[Dataset extract Boundary: Start]
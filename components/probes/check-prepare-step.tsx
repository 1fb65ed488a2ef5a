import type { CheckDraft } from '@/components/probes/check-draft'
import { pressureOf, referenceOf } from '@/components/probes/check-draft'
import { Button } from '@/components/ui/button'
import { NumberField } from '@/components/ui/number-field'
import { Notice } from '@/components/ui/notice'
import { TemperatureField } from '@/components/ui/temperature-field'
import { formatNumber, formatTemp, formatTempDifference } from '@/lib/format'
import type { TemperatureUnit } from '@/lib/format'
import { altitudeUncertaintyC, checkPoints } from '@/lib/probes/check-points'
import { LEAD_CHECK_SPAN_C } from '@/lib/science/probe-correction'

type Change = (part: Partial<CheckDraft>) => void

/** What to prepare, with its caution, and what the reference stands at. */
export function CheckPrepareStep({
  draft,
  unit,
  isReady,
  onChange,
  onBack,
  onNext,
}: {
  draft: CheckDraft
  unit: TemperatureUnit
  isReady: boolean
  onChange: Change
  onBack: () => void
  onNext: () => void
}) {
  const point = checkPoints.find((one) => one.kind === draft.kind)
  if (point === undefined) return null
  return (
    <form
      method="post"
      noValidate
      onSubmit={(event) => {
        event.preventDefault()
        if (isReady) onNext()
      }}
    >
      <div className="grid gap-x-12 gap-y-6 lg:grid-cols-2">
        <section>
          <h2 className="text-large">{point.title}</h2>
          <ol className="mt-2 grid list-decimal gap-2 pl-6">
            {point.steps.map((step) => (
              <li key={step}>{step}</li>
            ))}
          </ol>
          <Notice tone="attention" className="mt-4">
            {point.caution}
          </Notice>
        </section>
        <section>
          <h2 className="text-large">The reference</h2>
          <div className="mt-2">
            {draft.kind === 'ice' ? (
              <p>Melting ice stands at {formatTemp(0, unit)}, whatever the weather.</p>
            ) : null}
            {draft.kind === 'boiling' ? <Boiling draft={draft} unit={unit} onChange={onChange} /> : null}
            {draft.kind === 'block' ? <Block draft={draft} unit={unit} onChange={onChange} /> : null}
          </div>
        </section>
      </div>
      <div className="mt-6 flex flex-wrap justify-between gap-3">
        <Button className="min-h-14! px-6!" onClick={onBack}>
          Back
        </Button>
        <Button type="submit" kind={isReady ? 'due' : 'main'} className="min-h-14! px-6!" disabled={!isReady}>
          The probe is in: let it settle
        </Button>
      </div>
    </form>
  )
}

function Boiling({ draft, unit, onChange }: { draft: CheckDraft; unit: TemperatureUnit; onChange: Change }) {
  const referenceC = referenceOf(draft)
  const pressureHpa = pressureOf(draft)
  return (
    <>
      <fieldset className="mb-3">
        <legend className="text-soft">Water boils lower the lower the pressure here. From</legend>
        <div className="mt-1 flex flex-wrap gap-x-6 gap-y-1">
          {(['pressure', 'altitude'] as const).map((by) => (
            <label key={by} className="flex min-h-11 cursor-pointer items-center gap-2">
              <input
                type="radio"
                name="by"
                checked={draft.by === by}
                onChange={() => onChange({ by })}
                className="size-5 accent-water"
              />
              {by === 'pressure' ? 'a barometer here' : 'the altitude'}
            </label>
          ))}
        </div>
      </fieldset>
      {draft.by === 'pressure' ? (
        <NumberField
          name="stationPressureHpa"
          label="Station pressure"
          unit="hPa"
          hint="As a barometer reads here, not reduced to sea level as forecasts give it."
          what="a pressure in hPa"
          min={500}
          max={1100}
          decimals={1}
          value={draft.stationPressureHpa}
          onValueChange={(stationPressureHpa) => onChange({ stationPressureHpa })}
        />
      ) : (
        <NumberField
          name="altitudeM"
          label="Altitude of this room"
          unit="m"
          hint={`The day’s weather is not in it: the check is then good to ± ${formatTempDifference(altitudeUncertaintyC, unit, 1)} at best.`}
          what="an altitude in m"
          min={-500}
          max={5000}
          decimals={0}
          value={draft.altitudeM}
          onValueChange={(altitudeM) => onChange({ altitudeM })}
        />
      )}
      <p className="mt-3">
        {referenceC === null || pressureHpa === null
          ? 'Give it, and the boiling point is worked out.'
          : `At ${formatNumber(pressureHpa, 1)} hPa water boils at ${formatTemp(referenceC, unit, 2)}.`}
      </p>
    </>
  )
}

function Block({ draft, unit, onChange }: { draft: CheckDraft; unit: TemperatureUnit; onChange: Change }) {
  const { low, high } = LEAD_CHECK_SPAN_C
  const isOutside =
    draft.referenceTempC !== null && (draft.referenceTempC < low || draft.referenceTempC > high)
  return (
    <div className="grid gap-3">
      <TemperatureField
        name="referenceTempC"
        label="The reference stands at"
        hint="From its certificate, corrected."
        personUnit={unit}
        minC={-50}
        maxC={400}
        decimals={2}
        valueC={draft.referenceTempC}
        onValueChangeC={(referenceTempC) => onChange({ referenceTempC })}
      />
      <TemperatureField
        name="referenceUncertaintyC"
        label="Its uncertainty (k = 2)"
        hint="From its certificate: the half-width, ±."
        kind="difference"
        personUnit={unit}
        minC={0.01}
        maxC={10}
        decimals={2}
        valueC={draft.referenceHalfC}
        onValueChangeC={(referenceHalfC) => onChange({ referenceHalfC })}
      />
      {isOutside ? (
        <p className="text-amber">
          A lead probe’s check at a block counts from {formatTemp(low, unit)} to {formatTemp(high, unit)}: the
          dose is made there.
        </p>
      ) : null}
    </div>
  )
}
[Dataset extract Boundary: End]
[Dataset extract Boundary: Start]
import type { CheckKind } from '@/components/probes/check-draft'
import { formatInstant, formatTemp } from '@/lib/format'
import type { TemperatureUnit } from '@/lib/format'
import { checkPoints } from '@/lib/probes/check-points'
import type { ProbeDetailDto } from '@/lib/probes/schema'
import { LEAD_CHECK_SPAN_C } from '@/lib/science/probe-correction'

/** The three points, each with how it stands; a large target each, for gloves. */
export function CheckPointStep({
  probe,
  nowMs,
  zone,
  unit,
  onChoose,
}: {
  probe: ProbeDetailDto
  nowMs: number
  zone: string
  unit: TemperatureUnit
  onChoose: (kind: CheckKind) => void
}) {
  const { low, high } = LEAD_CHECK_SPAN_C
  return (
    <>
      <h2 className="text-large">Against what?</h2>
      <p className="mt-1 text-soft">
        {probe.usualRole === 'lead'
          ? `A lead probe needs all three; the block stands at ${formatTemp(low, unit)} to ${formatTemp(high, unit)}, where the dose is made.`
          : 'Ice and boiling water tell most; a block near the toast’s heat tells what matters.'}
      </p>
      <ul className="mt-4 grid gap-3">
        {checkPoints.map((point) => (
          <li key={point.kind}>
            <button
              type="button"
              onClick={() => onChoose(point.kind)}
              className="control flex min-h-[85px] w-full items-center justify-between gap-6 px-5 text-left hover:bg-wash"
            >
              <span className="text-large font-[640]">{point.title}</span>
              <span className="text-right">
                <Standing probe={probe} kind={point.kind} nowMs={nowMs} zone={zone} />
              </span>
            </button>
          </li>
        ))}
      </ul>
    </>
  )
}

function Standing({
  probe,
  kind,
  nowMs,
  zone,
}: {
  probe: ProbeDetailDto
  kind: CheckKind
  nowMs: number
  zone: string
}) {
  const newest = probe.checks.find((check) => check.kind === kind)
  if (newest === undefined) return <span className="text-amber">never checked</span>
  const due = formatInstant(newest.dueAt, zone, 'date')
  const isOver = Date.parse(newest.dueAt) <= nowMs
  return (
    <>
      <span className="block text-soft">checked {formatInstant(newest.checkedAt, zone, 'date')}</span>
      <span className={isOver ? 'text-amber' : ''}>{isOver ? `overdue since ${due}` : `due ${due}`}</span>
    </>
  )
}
[Dataset extract Boundary: End]
Look over the entries above and count the lines where the word "wrap" appears, then report only that count.

2